WHAT IS BEING ASKED> What lines in the records below include the word "StandardCharsets"? Return each one.

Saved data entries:
= = = = = = =
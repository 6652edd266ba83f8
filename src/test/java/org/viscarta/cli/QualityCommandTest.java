package org.viscarta.cli;

import static org.junit.jupiter.api.Assertions.assertEquals;
import static org.junit.jupiter.api.Assertions.assertTrue;

import java.io.IOException;
import java.nio.file.Files;
import java.nio.file.Path;
import java.util.List;
import org.junit.jupiter.api.Tag;
import org.junit.jupiter.api.Test;
import org.junit.jupiter.api.io.TempDir;

/** The quality checks as the verbs show them: quality, fit, inspect, and rank --drop-outliers. */
@Tag("regression")
class QualityCommandTest {

    @TempDir
    Path dir;

    /** A strain amplitude sweep of G′ = 1000 Pa / sqrt(1 + (γ/10 %)²), 0.1–100 % at ten points a decade. */
    private Path strainSweep() throws IOException {
        StringBuilder sb = new StringBuilder("# sample: gel\n# frequency: 1 Hz\nstrain_amplitude [%],G' [Pa],G'' [Pa]\n");
        for (int i = 0; i <= 30; i++) {
            double strain = 0.1 * Math.pow(10, i / 10.0);
            double g1 = 1000 / Math.sqrt(1 + (strain / 10) * (strain / 10));
            sb.append(String.format(java.util.Locale.ROOT, "%.6g,%.6g,%.6g%n", strain, g1, 100.0));
        }
        Path p = dir.resolve("gel-amplitude.csv");
        Files.writeString(p, sb.toString());
        return p;
    }

    @Test
    void anAmplitudeSweepAddsALinearRangeRowInPercent() throws IOException {
        Path csv = dir.resolve("q.csv");
        CliRun r = CliRun.of("quality", strainSweep().toString(), "-o", csv.toString());
        assertEquals(0, r.exitCode(), r.err());
        List<String> lines = Files.readAllLines(csv);
        assertEquals(QualityCommand.CSV_HEADER, lines.get(0));
        assertEquals(2, lines.size(), String.join("\n", lines));
        String[] row = lines.get(1).split(",");
        assertEquals("linear-range", row[2]);
        // 5 % below the plateau at (γ/10 %)² = 1/0.95² − 1: γ = 3.287 % (by hand)
        assertEquals(3.287, Double.parseDouble(row[4]), 0.05 * 3.287);
        assertTrue(r.out().contains("amplitude sweep of gel (replicate 1):"), r.out());
        // the user's own percentage
        CliRun ten = CliRun.of("quality", strainSweep().toString(), "--linear-limit", "10", "-o", csv.toString(), "--force");
        assertEquals(0, ten.exitCode(), ten.err());
        double limit10 = Double.parseDouble(Files.readAllLines(csv).get(1).split(",")[4]);
        assertEquals(10 * Math.sqrt(1 / 0.81 - 1), limit10, 0.05 * 10 * Math.sqrt(1 / 0.81 - 1));
        CliRun bad = CliRun.of("quality", strainSweep().toString(), "--linear-limit", "150");
        assertEquals(2, bad.exitCode());
        assertTrue(bad.err().contains("linear range"), bad.err());
    }

    @Test
    void fitAndInspectShowTheVerdictsBesideTheirSamples() {
        CliRun fit = CliRun.of("fit", "demo-data/hydrogel-screen", "--models", "springpot");
        assertEquals(0, fit.exitCode(), fit.err());
        assertTrue(fit.out().contains("quality warn replicate-outlier (replicate 3)"), fit.out());
        assertTrue(fit.out().contains("quality fail linear-range (replicates 1, 2, 3)"), fit.out());
        CliRun inspect = CliRun.of("inspect", "demo-data/hydrogel-screen");
        assertEquals(0, inspect.exitCode(), inspect.err());
        assertTrue(inspect.out().contains("checks of gelatin-10pct replicate 3: warn: replicate-outlier"), inspect.out());
        assertTrue(inspect.out().contains("checks of polyacrylamide-8pct replicate 1: amplitude sweep, linear up to 4.24 µm"),
                inspect.out());
    }

    @Test
    void rankLeavesAnOutlierOutOnlyWhenAskedAndSaysSo() throws IOException {
        Path keep = dir.resolve("keep.csv");
        CliRun kept = CliRun.of("rank", "demo-data/hydrogel-screen", "--basis", "tensile", "-o", keep.toString());
        assertEquals(0, kept.exitCode(), kept.err());
        Path drop = dir.resolve("drop.csv");
        CliRun dropped = CliRun.of("rank", "demo-data/hydrogel-screen", "--basis", "tensile", "--drop-outliers", "-o", drop.toString());
        assertEquals(0, dropped.exitCode(), dropped.err());
        assertTrue(dropped.err().contains("sample 'gelatin-10pct': replicate 3 left out of every analysis as an outlier"),
                dropped.err());
        assertEquals(3, replicates(keep, "gelatin-10pct"));
        assertEquals(2, replicates(drop, "gelatin-10pct"));
        assertEquals(3, replicates(drop, "gelatin-5pct"), "the other samples keep every replicate");
    }

    private static int replicates(Path csv, String sample) throws IOException {
        List<String> lines = Files.readAllLines(csv);
        List<String> header = List.of(lines.get(0).split(","));
        for (String l : lines) {
            String[] cells = l.split(",");
            if (cells[header.indexOf("sample")].equals(sample)) {
                return Integer.parseInt(cells[header.indexOf("n_replicates")]);
            }
        }
        throw new AssertionError("no " + sample);
    }
}
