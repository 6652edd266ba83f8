package org.viscarta.cli;

import static org.junit.jupiter.api.Assertions.assertFalse;
import static org.junit.jupiter.api.Assertions.assertTrue;

import java.io.ByteArrayOutputStream;
import java.io.PrintStream;
import java.nio.charset.StandardCharsets;
import java.util.ArrayList;
import java.util.List;
import java.util.Map;
import org.junit.jupiter.api.Tag;
import org.junit.jupiter.api.Test;
import picocli.CommandLine;

/** Regression: every verb's help reads right at 80 columns: no library warning, no ragged re-wrapping, no split option value. */
@Tag("regression")
class HelpTest {

    private static List<CommandLine> everyCommand(CommandLine cl) {
        List<CommandLine> out = new ArrayList<>(List.of(cl));
        for (Map.Entry<String, CommandLine> e : cl.getSubcommands().entrySet()) {
            if (!e.getKey().equals("help")) {
                out.addAll(everyCommand(e.getValue()));
            }
        }
        return out;
    }

    @Test
    void everyHelpTextRendersCleanlyAtEightyColumns() {
        PrintStream saved = System.err;
        ByteArrayOutputStream warnings = new ByteArrayOutputStream();
        System.setErr(new PrintStream(warnings, true, StandardCharsets.UTF_8));
        try {
            for (CommandLine c : everyCommand(new CommandLine(new Viscarta()))) {
                c.setUsageHelpWidth(80);
                String help = c.getUsageMessage(CommandLine.Help.Ansi.OFF);
                String name = c.getCommandSpec().qualifiedName();
                List<String> lines = help.lines().toList();
                for (int i = 0; i + 1 < lines.size(); i++) {
                    String a = lines.get(i);
                    String b = lines.get(i + 1);
                    assertTrue(a.length() <= 80, name + ": line longer than 80 columns: " + a);
                    boolean continuation = !b.isEmpty() && Character.isLowerCase(b.charAt(0));
                    assertFalse(continuation && !a.startsWith(" ") && a.length() < 45,
                            name + ": ragged re-wrapping between\n" + a + "\n" + b);
                }
                for (CommandLine.Model.OptionSpec o : c.getCommandSpec().options()) {
                    assertTrue(help.contains(o.paramLabel()) || o.arity().max() == 0, name + ": " + o.paramLabel() + " is split");
                }
            }
        } finally {
            System.setErr(saved);
        }
        assertFalse(warnings.toString(StandardCharsets.UTF_8).contains("WARN"), warnings.toString(StandardCharsets.UTF_8));
    }
}
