package org.viscarta.cli;

import static org.junit.jupiter.api.Assertions.assertEquals;
import static org.junit.jupiter.api.Assertions.assertTrue;

import org.junit.jupiter.api.Tag;
import org.junit.jupiter.api.Test;

/** Regression: what fit and rank print fits in 100 columns; the wide details are in their CSV. */
@Tag("regression")
class TerminalWidthTest {

    @Test
    void fitAndRankPrintWithinOneHundredColumns() {
        for (String[] args : new String[][] {{"fit", "demo-data/hydrogel-screen", "--basis", "tensile"},
            {"fit", "demo-data/temperature-series", "--models", "generalized-maxwell,fractional-zener"}}) {
            CliRun r = CliRun.of(args);
            assertEquals(0, r.exitCode(), r.err());
            r.out().lines().forEach(l -> assertTrue(l.codePointCount(0, l.length()) <= 100, "wider than 100 columns: " + l));
            assertTrue(r.out().contains("best supported:"), r.out());
        }
    }
}
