package org.viscarta.cli;

import static org.junit.jupiter.api.Assertions.assertEquals;
import static org.junit.jupiter.api.Assertions.assertTrue;

import java.io.IOException;
import java.nio.file.Path;
import java.time.Duration;
import java.util.List;
import org.junit.jupiter.api.Tag;
import org.junit.jupiter.api.Test;
import org.junit.jupiter.api.io.TempDir;

/**
 * Regression: mutated corpus and demo files through the reading verbs, and degenerate numbers
 * through {@code fit} with the whole catalogue, give a reading or a clean input error only, and
 * never change an input ({@link Fuzz}). Bounded to 40 s of trials; the long run is a benchmark.
 */
@Tag("regression")
class FuzzTest {

    @TempDir
    Path dir;

    @Test
    void everyMutatedInputIsReadOrCleanlyRefusedAndNoneIsChanged() throws IOException {
        Fuzz.Outcome o = Fuzz.run(20261202L, 2000, Duration.ofSeconds(30), dir);
        System.out.printf("fuzz: %d inputs, %d read, %d refused cleanly, %d other outcomes%n", o.trials(), o.read(), o.refused(),
                o.failures().size());
        assertEquals(List.of(), o.failures());
        assertTrue(o.read() >= 5 && o.refused() >= 50, "both outcomes exercised: " + o);
    }
}
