package org.viscarta.cli;

import static org.junit.jupiter.api.Assertions.assertEquals;
import static org.junit.jupiter.api.Assertions.assertTrue;

import java.io.IOException;
import java.nio.charset.StandardCharsets;
import java.util.Enumeration;
import java.util.regex.Matcher;
import java.util.regex.Pattern;
import java.util.zip.ZipEntry;
import java.util.zip.ZipFile;
import org.apache.poi.ss.util.CellRangeAddress;
import org.apache.poi.ss.util.CellReference;
import org.junit.jupiter.api.Tag;
import org.junit.jupiter.api.Test;

/**
 * Every sheet of the demo workbook states its true extent in its {@code <dimension>} element (the
 * range a spreadsheet program or a reader in read-only mode may trust to know where the data end):
 * from A1 to the last row and the rightmost column that hold a cell. The tables' body rows bypass
 * POI's row objects, and POI derives the dimension from the rows it still holds; a first version
 * wrote "A1" for every table.
 */
@Tag("regression")
class WorkbookDimensionTest {

    private static final Pattern DIMENSION = Pattern.compile("<dimension ref=\"([A-Z0-9:]+)\"/>");
    private static final Pattern ROW = Pattern.compile("<row r=\"([0-9]+)\"[^>]*>(.*?)</row>", Pattern.DOTALL);
    /** A cell, with its reference when it has one (a cell without one follows the one before it in its row). */
    private static final Pattern CELL = Pattern.compile("<c(?: r=\"([A-Z]+)[0-9]+\")?[ >]");

    @Test
    void everySheetsDimensionIsTheRangeItsCellsSpan() throws IOException {
        int sheets = 0;
        try (ZipFile zip = new ZipFile(DemoReport.folder().resolve("report.xlsx").toFile())) {
            Enumeration<? extends ZipEntry> entries = zip.entries();
            while (entries.hasMoreElements()) {
                ZipEntry e = entries.nextElement();
                if (!e.getName().matches("xl/worksheets/sheet[0-9]+\\.xml")) {
                    continue;
                }
                String xml = new String(zip.getInputStream(e).readAllBytes(), StandardCharsets.UTF_8);
                Matcher d = DIMENSION.matcher(xml);
                assertTrue(d.find(), e.getName() + " has no dimension");
                int lastRow = -1;
                int lastColumn = -1;
                Matcher r = ROW.matcher(xml);
                while (r.find()) {
                    Matcher c = CELL.matcher(r.group(2));
                    int column = -1;
                    while (c.find()) {
                        column = c.group(1) != null ? CellReference.convertColStringToIndex(c.group(1)) : column + 1;
                        lastRow = Math.max(lastRow, Integer.parseInt(r.group(1)) - 1);
                        lastColumn = Math.max(lastColumn, column);
                    }
                }
                if (lastRow < 0) {
                    continue; // a sheet of pictures only
                }
                CellRangeAddress stated = CellRangeAddress.valueOf(d.group(1));
                assertEquals(0, stated.getFirstRow(), e.getName());
                assertEquals(0, stated.getFirstColumn(), e.getName());
                assertEquals(lastRow, stated.getLastRow(), e.getName() + ": " + d.group(1));
                assertEquals(lastColumn, stated.getLastColumn(), e.getName() + ": " + d.group(1));
                sheets++;
            }
        }
        assertTrue(sheets >= 10, sheets + " sheets checked");
    }
}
= = = = = = =
TASK ANSWER>
import java.nio.charset.StandardCharsets;
        System.setErr(new PrintStream(warnings, true, StandardCharsets.UTF_8));
        assertFalse(warnings.toString(StandardCharsets.UTF_8).contains("WARN"), warnings.toString(StandardCharsets.UTF_8));
import java.nio.charset.StandardCharsets;
                String xml = new String(zip.getInputStream(e).readAllBytes(), StandardCharsets.UTF_8);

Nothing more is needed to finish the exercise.